=== Recorded data ===

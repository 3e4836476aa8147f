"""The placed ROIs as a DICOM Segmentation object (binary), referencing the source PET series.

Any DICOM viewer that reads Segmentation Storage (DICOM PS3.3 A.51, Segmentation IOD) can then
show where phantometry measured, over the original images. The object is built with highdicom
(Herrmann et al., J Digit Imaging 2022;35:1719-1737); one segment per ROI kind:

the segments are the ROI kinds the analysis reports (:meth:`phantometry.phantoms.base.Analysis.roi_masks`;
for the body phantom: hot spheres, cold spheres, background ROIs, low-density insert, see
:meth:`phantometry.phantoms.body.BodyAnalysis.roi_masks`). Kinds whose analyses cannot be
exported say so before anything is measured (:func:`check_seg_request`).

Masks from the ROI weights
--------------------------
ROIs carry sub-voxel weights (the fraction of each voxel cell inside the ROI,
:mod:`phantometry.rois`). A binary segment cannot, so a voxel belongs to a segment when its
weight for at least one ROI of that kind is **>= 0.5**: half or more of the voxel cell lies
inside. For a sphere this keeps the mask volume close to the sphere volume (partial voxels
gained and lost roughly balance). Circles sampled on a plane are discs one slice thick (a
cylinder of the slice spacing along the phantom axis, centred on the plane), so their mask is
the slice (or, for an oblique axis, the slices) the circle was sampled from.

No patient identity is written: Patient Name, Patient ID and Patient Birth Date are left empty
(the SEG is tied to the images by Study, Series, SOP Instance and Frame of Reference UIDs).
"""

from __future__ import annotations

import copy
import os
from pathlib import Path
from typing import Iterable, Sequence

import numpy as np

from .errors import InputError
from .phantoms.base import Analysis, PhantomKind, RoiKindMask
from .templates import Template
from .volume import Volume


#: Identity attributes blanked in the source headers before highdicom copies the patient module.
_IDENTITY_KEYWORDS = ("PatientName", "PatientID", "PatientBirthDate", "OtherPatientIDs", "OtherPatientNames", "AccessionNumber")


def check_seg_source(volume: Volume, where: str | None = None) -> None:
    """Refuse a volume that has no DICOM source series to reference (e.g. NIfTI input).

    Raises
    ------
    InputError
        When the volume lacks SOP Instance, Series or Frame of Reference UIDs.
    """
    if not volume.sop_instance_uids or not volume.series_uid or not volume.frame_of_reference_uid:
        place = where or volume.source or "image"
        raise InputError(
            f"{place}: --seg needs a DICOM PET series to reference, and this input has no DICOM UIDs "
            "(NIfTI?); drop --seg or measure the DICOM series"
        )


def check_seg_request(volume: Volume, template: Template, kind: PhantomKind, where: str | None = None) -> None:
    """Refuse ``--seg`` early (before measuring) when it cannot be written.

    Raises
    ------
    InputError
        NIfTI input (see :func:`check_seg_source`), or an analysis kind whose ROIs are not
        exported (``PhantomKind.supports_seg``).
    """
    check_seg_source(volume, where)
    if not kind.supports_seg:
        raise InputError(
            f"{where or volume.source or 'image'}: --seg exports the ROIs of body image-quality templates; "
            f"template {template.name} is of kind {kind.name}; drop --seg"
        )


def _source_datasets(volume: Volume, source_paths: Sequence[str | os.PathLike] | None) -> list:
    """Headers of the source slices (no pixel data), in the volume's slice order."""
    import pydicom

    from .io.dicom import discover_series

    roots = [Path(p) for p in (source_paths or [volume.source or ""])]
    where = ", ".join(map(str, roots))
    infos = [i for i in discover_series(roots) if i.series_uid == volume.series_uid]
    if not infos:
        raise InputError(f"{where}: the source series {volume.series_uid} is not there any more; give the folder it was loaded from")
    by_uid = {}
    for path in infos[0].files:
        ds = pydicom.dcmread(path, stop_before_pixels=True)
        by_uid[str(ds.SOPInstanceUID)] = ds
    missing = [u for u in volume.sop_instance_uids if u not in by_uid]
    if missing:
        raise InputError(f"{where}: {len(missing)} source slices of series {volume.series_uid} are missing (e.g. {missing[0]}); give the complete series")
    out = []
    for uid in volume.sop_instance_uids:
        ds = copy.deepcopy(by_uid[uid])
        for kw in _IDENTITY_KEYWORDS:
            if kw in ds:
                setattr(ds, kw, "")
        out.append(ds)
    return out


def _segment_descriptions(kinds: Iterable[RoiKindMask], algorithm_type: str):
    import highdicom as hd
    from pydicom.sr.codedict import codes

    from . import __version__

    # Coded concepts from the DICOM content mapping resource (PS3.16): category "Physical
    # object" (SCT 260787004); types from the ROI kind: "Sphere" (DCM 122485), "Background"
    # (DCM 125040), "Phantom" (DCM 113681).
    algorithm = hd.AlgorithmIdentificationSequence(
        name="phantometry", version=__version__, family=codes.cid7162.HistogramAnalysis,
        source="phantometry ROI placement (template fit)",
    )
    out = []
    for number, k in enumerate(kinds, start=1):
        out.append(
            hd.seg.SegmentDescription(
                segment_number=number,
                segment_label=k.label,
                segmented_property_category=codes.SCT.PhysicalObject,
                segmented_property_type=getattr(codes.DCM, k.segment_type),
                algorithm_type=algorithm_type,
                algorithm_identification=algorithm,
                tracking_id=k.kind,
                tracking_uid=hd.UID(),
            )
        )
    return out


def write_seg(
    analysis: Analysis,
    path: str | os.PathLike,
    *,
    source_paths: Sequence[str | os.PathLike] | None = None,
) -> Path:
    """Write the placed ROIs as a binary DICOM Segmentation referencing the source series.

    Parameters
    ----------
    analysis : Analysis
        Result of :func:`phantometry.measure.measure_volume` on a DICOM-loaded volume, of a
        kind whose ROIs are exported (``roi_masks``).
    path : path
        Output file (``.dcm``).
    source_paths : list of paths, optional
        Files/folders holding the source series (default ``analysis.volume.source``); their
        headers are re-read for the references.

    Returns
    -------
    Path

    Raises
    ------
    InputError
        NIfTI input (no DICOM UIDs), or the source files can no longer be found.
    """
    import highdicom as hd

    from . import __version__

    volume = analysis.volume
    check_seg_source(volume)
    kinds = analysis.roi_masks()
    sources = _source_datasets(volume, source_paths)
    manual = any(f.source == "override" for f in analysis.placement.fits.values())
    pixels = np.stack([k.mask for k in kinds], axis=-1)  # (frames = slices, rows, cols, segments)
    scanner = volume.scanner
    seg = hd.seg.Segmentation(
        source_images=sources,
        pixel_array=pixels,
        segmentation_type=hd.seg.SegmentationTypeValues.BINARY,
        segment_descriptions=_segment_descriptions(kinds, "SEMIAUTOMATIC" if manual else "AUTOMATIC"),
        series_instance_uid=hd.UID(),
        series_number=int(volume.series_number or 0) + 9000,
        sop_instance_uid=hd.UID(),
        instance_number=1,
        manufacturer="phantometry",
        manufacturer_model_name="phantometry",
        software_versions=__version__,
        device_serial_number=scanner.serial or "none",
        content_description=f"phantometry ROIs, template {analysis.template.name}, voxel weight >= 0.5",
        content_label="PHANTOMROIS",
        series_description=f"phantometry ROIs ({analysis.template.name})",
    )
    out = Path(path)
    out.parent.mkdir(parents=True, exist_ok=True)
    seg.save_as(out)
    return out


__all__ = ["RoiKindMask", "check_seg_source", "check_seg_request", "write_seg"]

===
=== Recorded data ===

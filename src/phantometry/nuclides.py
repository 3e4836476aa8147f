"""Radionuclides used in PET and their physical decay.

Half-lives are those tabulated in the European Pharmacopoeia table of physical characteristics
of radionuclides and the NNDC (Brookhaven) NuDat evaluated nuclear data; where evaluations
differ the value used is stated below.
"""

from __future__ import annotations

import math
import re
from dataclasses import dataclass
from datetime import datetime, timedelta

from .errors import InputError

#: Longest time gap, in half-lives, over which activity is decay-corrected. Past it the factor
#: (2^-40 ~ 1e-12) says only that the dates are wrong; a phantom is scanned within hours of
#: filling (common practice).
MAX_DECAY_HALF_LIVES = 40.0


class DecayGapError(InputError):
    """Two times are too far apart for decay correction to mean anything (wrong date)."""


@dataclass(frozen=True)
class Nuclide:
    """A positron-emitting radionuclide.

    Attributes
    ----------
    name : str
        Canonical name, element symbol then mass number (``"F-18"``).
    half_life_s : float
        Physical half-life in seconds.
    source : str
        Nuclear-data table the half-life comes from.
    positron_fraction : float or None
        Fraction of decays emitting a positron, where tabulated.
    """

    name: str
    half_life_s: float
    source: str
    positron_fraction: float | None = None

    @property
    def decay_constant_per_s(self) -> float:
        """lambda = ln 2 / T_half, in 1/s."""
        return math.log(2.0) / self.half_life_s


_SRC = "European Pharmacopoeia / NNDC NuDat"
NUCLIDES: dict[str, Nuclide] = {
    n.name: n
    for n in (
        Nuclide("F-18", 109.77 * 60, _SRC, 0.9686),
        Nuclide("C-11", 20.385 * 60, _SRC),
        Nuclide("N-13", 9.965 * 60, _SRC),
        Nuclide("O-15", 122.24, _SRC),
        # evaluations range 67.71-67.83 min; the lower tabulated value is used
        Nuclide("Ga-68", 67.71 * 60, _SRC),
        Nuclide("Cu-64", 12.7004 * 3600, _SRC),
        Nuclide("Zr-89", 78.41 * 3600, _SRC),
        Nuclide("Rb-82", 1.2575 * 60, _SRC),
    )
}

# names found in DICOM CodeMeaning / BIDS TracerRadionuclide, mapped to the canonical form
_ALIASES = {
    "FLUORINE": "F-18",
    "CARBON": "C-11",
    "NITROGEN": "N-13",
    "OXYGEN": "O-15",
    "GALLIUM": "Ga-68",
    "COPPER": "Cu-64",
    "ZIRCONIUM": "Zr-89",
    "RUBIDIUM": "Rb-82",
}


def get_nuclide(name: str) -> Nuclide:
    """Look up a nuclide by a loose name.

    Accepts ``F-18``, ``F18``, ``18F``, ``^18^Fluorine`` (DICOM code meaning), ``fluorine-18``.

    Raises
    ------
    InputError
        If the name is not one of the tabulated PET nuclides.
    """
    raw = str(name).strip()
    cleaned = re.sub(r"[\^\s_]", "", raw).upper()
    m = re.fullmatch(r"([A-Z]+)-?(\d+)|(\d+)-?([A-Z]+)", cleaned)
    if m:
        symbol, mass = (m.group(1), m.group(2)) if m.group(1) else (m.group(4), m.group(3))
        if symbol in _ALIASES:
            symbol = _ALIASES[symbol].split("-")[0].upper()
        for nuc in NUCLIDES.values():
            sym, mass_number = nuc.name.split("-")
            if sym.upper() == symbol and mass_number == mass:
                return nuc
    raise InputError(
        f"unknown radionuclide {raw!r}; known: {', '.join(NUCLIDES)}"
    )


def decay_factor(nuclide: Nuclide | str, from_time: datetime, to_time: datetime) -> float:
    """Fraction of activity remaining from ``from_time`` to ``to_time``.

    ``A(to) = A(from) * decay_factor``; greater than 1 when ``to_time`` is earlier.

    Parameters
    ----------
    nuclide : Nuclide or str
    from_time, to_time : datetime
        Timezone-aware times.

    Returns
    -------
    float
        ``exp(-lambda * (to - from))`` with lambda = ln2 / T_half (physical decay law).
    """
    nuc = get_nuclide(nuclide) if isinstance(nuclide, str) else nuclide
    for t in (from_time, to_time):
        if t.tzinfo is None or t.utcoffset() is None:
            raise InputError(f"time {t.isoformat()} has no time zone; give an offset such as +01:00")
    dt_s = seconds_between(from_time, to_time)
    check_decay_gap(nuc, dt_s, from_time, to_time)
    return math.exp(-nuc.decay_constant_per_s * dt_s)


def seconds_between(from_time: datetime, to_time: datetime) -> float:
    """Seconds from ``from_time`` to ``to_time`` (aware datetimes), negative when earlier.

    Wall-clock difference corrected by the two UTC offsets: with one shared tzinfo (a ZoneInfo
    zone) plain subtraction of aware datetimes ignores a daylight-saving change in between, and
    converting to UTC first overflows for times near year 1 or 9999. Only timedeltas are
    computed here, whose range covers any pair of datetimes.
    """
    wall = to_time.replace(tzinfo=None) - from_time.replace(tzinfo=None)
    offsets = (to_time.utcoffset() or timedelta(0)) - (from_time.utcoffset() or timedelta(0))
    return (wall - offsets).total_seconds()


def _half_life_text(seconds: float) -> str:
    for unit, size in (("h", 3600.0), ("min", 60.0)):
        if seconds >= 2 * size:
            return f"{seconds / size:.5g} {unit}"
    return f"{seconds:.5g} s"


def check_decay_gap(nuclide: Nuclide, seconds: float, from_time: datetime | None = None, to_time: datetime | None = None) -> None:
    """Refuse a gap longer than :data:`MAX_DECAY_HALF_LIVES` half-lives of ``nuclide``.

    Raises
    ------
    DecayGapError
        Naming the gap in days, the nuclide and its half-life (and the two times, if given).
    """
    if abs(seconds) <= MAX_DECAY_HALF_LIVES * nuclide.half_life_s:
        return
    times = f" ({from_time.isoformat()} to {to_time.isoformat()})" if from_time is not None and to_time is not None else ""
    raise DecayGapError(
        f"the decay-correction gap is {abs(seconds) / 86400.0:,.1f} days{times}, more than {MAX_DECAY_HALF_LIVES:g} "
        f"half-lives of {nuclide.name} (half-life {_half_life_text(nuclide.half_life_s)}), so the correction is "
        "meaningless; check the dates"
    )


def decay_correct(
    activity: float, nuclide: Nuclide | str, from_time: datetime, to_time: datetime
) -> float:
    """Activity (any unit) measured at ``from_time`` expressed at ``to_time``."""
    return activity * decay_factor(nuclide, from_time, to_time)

===
=== Recorded data ===

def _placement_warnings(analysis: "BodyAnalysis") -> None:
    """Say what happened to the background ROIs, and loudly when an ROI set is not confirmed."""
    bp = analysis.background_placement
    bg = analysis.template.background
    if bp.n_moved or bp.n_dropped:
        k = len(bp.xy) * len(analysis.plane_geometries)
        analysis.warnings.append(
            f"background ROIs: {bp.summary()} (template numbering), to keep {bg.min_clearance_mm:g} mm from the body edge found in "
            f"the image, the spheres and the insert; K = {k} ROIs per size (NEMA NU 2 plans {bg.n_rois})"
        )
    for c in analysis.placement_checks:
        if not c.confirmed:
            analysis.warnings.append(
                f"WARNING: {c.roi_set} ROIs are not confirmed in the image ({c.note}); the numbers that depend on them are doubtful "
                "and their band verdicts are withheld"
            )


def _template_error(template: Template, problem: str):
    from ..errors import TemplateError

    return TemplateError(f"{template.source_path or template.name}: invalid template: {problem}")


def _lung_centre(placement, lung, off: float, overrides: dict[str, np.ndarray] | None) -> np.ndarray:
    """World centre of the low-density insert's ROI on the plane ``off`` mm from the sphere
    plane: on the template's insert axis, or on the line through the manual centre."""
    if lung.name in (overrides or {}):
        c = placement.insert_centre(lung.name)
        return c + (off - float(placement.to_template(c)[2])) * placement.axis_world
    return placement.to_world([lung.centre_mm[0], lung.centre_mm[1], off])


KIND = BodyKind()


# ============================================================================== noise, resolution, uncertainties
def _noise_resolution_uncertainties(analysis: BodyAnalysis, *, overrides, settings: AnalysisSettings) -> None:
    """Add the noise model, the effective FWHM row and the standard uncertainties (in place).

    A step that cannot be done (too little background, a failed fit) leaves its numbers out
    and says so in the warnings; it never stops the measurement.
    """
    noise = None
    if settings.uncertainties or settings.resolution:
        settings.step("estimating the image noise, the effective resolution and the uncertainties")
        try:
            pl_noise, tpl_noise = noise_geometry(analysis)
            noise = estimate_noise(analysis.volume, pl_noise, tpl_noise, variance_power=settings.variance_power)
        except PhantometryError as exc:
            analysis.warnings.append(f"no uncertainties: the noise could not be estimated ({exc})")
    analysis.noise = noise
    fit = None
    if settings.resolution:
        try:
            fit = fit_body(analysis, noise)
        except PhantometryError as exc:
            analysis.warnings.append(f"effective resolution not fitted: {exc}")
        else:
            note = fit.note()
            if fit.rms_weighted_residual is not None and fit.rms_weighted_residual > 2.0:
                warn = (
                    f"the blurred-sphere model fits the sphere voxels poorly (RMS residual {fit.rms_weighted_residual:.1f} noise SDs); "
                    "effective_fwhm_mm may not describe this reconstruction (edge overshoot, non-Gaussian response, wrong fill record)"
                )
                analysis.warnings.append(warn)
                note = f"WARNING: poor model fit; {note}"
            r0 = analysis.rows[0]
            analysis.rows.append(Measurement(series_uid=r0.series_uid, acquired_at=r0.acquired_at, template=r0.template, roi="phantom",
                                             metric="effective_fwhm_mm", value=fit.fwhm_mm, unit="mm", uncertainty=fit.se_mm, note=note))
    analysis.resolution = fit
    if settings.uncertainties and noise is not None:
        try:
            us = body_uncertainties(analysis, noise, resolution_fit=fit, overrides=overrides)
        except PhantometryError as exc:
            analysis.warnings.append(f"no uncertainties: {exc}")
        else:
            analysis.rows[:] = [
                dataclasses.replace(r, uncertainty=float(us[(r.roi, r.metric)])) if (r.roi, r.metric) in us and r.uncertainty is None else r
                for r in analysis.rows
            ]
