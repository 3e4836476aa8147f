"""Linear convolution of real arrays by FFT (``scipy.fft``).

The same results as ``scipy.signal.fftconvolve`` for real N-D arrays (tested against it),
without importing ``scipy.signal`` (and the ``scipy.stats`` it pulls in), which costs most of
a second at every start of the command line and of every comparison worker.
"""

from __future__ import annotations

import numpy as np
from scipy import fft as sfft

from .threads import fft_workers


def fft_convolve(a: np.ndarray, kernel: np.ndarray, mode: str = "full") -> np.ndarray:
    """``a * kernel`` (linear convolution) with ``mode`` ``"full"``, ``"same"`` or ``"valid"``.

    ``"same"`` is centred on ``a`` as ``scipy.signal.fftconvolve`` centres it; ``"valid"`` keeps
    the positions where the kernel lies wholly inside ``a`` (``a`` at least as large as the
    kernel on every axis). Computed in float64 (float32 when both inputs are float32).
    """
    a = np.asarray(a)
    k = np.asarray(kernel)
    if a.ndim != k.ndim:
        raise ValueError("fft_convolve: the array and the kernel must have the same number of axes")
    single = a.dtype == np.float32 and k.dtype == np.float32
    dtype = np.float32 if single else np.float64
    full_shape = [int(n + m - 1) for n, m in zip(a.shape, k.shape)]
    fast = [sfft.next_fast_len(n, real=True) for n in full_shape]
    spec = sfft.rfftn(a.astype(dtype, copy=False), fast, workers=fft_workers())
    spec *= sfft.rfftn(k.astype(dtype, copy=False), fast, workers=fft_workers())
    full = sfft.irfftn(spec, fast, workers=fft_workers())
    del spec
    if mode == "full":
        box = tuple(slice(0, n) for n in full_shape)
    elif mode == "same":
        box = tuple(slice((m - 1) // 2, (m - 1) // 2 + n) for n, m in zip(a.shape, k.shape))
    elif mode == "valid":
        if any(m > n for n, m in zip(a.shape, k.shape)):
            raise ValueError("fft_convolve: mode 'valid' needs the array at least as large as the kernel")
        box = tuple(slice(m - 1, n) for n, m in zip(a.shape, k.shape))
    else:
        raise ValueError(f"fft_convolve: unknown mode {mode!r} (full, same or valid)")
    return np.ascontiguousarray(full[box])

===

Find the lines in the entries above where "dataclasses" occurs, and copy each of them.

Response box
from dataclasses import dataclass
                dataclasses.replace(r, uncertainty=float(us[(r.roi, r.metric)])) if (r.roi, r.metric) in us and r.uncertainty is None else r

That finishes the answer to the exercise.